++++ EXERCISE MATERIAL ++++

"""The sludge heater: outlet temperature with properties from a table, across three sheets."""

from __future__ import annotations

from functools import partial

from openpyxl import Workbook

from workbooks.page import GIVEN, TRIAL, Ask, Page

FILE = "heat_exchanger.xlsx"
TABLE = [
    (0, 4.220),
    (10, 4.196),
    (20, 4.184),
    (30, 4.180),
    (40, 4.180),
    (50, 4.182),
    (60, 4.185),
    (70, 4.190),
    (80, 4.197),
    (90, 4.205),
    (100, 4.216),
]


def build(book: Workbook) -> list[Page]:
    """Effectiveness and transfer units; heat capacity at the mean temperature of the hot side."""
    begun = partial(Page.begun, prepared="T. Nygård", revision="C")
    duty = begun(book, "Duty", "Sludge heater E-12: duty", "LVA-C-040")
    duty.heading("Given")
    duty.line("Hot water, flow", 3.2, "kg/s", fill=GIVEN, name="Hot_flow")
    duty.line("Hot water, inlet", 88, "°C", fill=GIVEN, name="Hot_in")
    duty.line("Sludge, flow", 5.1, "kg/s", fill=GIVEN, name="Cold_flow")
    duty.line("Sludge, inlet", 12.5, "°C", fill=GIVEN, name="Cold_in")
    duty.line(
        "Sludge, heat capacity",
        4.08,
        "kJ/(kg K)",
        "4 % solids, laboratory",
        fill=GIVEN,
        name="Cold_capacity",
    )
    duty.line("Area", 46, "m2", fill=GIVEN, name="Area")
    duty.line("Overall coefficient", 0.42, "kW/(m2 K)", "fouled", fill=GIVEN, name="Coefficient")
    table = begun(book, "Properties", "Heat capacity of water", "LVA-C-040")
    table.heading("Saturated liquid, IAPWS-95, rounded")
    table.row_of(["Temperature °C", "kJ/(kg K)"])
    first = table.row
    for temperature, listed in TABLE:
        table.put(f"A{table.row}", temperature)
        table.put(f"B{table.row}", listed, shown="0.000")
        table.row += 1
    last = table.row - 1
    ts, cs = f"Properties!$A${first}:$A${last}", f"Properties!$B${first}:$B${last}"
    page = begun(book, "Exchanger", "Sludge heater E-12: outlet temperature", "LVA-C-040")
    page.heading("Trial")
    outlet = page.line(
        "Hot water, outlet, trial", 50, "°C", "the unknown", fill=TRIAL, shown="0.00"
    )
    mean = page.line("Mean temperature", f"=(Hot_in+{outlet})/2", "°C", shown="0.00")
    place = page.line("Row of the table", f"=MATCH({mean},{ts},1)", "")
    below = page.line("Capacity below", f"=INDEX({cs},{place})", "kJ/(kg K)", shown="0.000")
    above = page.line("Capacity above", f"=INDEX({cs},{place}+1)", "kJ/(kg K)", shown="0.000")
    share = page.line(
        "Share of the step",
        f"=({mean}-INDEX({ts},{place}))/(INDEX({ts},{place}+1)-INDEX({ts},{place}))",
        "",
        shown="0.000",
    )
    capacity = page.line(
        "Heat capacity", f"={below}+{share}*({above}-{below})", "kJ/(kg K)", shown="0.0000"
    )
    page.heading("Exchanger, counterflow")
    hot = page.line("Hot stream", f"=Hot_flow*{capacity}", "kW/K", shown="0.000")
    cold = page.line("Cold stream", "=Cold_flow*Cold_capacity", "kW/K", shown="0.000")
    least = page.line("Smaller stream", f"=MIN({hot},{cold})", "kW/K", shown="0.000")
    ratio = page.line("Ratio of streams", f"={least}/MAX({hot},{cold})", "", shown="0.0000")
    units = page.line(
        "Transfer units",
        f"=Area*Coefficient/{least}",
        "",
        "W. M. Kays and A. L. London, Compact Heat Exchangers",
        shown="0.0000",
    )
    effect = page.line(
        "Effectiveness",
        f"=IF(ABS({ratio}-1)<1E-9,{units}/(1+{units}),(1-EXP(-{units}*(1-{ratio})))/(1-{ratio}*EXP(-{units}*(1-{ratio}))))",
        "",
        shown="0.0000",
    )
    heat = page.line("Heat", f"={effect}*{least}*(Hot_in-Cold_in)", "kW", shown="0.0")
    computed = page.line("Outlet that follows", f"=Hot_in-{heat}/{hot}", "°C", shown="0.0000")
    residual = page.line("Residual", f"={computed}-{outlet}", "K", shown="0.0000")
    page.heading("Result")
    found = page.line(
        "Hot water, outlet", Ask(f"XLROOT({residual},{outlet},15,80)"), "°C", shown="0.000000"
    )
    page.line(
        "The same by substitution",
        Ask(f'XLROOT({residual},{outlet},15,80,"fixed point",1E-10)'),
        "°C",
        "the residual is g(x) - x",
        shown="0.000000",
    )
    page.line(
        "The same by Newton's method",
        Ask(f'XLROOT({residual},{outlet},15,80,"newton",1E-9)'),
        "°C",
        shown="0.000000",
    )
    warm = page.line(
        "Sludge, outlet",
        f"=Cold_in+{hot}*(Hot_in-{found})/{cold}",
        "°C",
        "capacity at the trial; see the next line",
        shown="0.00",
    )
    at = page.line(
        "Sludge, outlet, at the root",
        Ask(f"Cold_in+XLROOT_AT({heat},{outlet},{found})/{cold}"),
        "°C",
        shown="0.00",
    )
    page.line("Pasteurising needs", f'=IF({at}>=55,"met","not met: raise the flow of hot water")')
    page.line("Difference of both", f"={warm}-{at}", "K", shown="0.0000")
    return [duty, table, page]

++++

WHAT THE TASK ASKS
All of the material should be given again, character for character.

TASK RESPONSE
"""The sludge heater: outlet temperature with properties from a table, across three sheets."""

from __future__ import annotations

from functools import partial

from openpyxl import Workbook

from workbooks.page import GIVEN, TRIAL, Ask, Page

FILE = "heat_exchanger.xlsx"
TABLE = [
    (0, 4.220),
    (10, 4.196),
    (20, 4.184),
    (30, 4.180),
    (40, 4.180),
    (50, 4.182),
    (60, 4.185),
    (70, 4.190),
    (80, 4.197),
    (90, 4.205),
    (100, 4.216),
]


def build(book: Workbook) -> list[Page]:
    """Effectiveness and transfer units; heat capacity at the mean temperature of the hot side."""
    begun = partial(Page.begun, prepared="T. Nygård", revision="C")
    duty = begun(book, "Duty", "Sludge heater E-12: duty", "LVA-C-040")
    duty.heading("Given")
    duty.line("Hot water, flow", 3.2, "kg/s", fill=GIVEN, name="Hot_flow")
    duty.line("Hot water, inlet", 88, "°C", fill=GIVEN, name="Hot_in")
    duty.line("Sludge, flow", 5.1, "kg/s", fill=GIVEN, name="Cold_flow")
    duty.line("Sludge, inlet", 12.5, "°C", fill=GIVEN, name="Cold_in")
    duty.line(
        "Sludge, heat capacity",
        4.08,
        "kJ/(kg K)",
        "4 % solids, laboratory",
        fill=GIVEN,
        name="Cold_capacity",
    )
    duty.line("Area", 46, "m2", fill=GIVEN, name="Area")
    duty.line("Overall coefficient", 0.42, "kW/(m2 K)", "fouled", fill=GIVEN, name="Coefficient")
    table = begun(book, "Properties", "Heat capacity of water", "LVA-C-040")
    table.heading("Saturated liquid, IAPWS-95, rounded")
    table.row_of(["Temperature °C", "kJ/(kg K)"])
    first = table.row
    for temperature, listed in TABLE:
        table.put(f"A{table.row}", temperature)
        table.put(f"B{table.row}", listed, shown="0.000")
        table.row += 1
    last = table.row - 1
    ts, cs = f"Properties!$A${first}:$A${last}", f"Properties!$B${first}:$B${last}"
    page = begun(book, "Exchanger", "Sludge heater E-12: outlet temperature", "LVA-C-040")
    page.heading("Trial")
    outlet = page.line(
        "Hot water, outlet, trial", 50, "°C", "the unknown", fill=TRIAL, shown="0.00"
    )
    mean = page.line("Mean temperature", f"=(Hot_in+{outlet})/2", "°C", shown="0.00")
    place = page.line("Row of the table", f"=MATCH({mean},{ts},1)", "")
    below = page.line("Capacity below", f"=INDEX({cs},{place})", "kJ/(kg K)", shown="0.000")
    above = page.line("Capacity above", f"=INDEX({cs},{place}+1)", "kJ/(kg K)", shown="0.000")
    share = page.line(
        "Share of the step",
        f"=({mean}-INDEX({ts},{place}))/(INDEX({ts},{place}+1)-INDEX({ts},{place}))",
        "",
        shown="0.000",
    )
    capacity = page.line(
        "Heat capacity", f"={below}+{share}*({above}-{below})", "kJ/(kg K)", shown="0.0000"
    )
    page.heading("Exchanger, counterflow")
    hot = page.line("Hot stream", f"=Hot_flow*{capacity}", "kW/K", shown="0.000")
    cold = page.line("Cold stream", "=Cold_flow*Cold_capacity", "kW/K", shown="0.000")
    least = page.line("Smaller stream", f"=MIN({hot},{cold})", "kW/K", shown="0.000")
    ratio = page.line("Ratio of streams", f"={least}/MAX({hot},{cold})", "", shown="0.0000")
    units = page.line(
        "Transfer units",
        f"=Area*Coefficient/{least}",
        "",
        "W. M. Kays and A. L. London, Compact Heat Exchangers",
        shown="0.0000",
    )
    effect = page.line(
        "Effectiveness",
        f"=IF(ABS({ratio}-1)<1E-9,{units}/(1+{units}),(1-EXP(-{units}*(1-{ratio})))/(1-{ratio}*EXP(-{units}*(1-{ratio}))))",
        "",
        shown="0.0000",
    )
    heat = page.line("Heat", f"={effect}*{least}*(Hot_in-Cold_in)", "kW", shown="0.0")
    computed = page.line("Outlet that follows", f"=Hot_in-{heat}/{hot}", "°C", shown="0.0000")
    residual = page.line("Residual", f"={computed}-{outlet}", "K", shown="0.0000")
    page.heading("Result")
    found = page.line(
        "Hot water, outlet", Ask(f"XLROOT({residual},{outlet},15,80)"), "°C", shown="0.000000"
    )
    page.line(
        "The same by substitution",
        Ask(f'XLROOT({residual},{outlet},15,80,"fixed point",1E-10)'),
        "°C",
        "the residual is g(x) - x",
        shown="0.000000",
    )
    page.line(
        "The same by Newton's method",
        Ask(f'XLROOT({residual},{outlet},15,80,"newton",1E-9)'),
        "°C",
        shown="0.000000",
    )
    warm = page.line(
        "Sludge, outlet",
        f"=Cold_in+{hot}*(Hot_in-{found})/{cold}",
        "°C",
        "capacity at the trial; see the next line",
        shown="0.00",
    )
    at = page.line(
        "Sludge, outlet, at the root",
        Ask(f"Cold_in+XLROOT_AT({heat},{outlet},{found})/{cold}"),
        "°C",
        shown="0.00",
    )
    page.line("Pasteurising needs", f'=IF({at}>=55,"met","not met: raise the flow of hot water")')
    page.line("Difference of both", f"={warm}-{at}", "K", shown="0.0000")
    return [duty, table, page]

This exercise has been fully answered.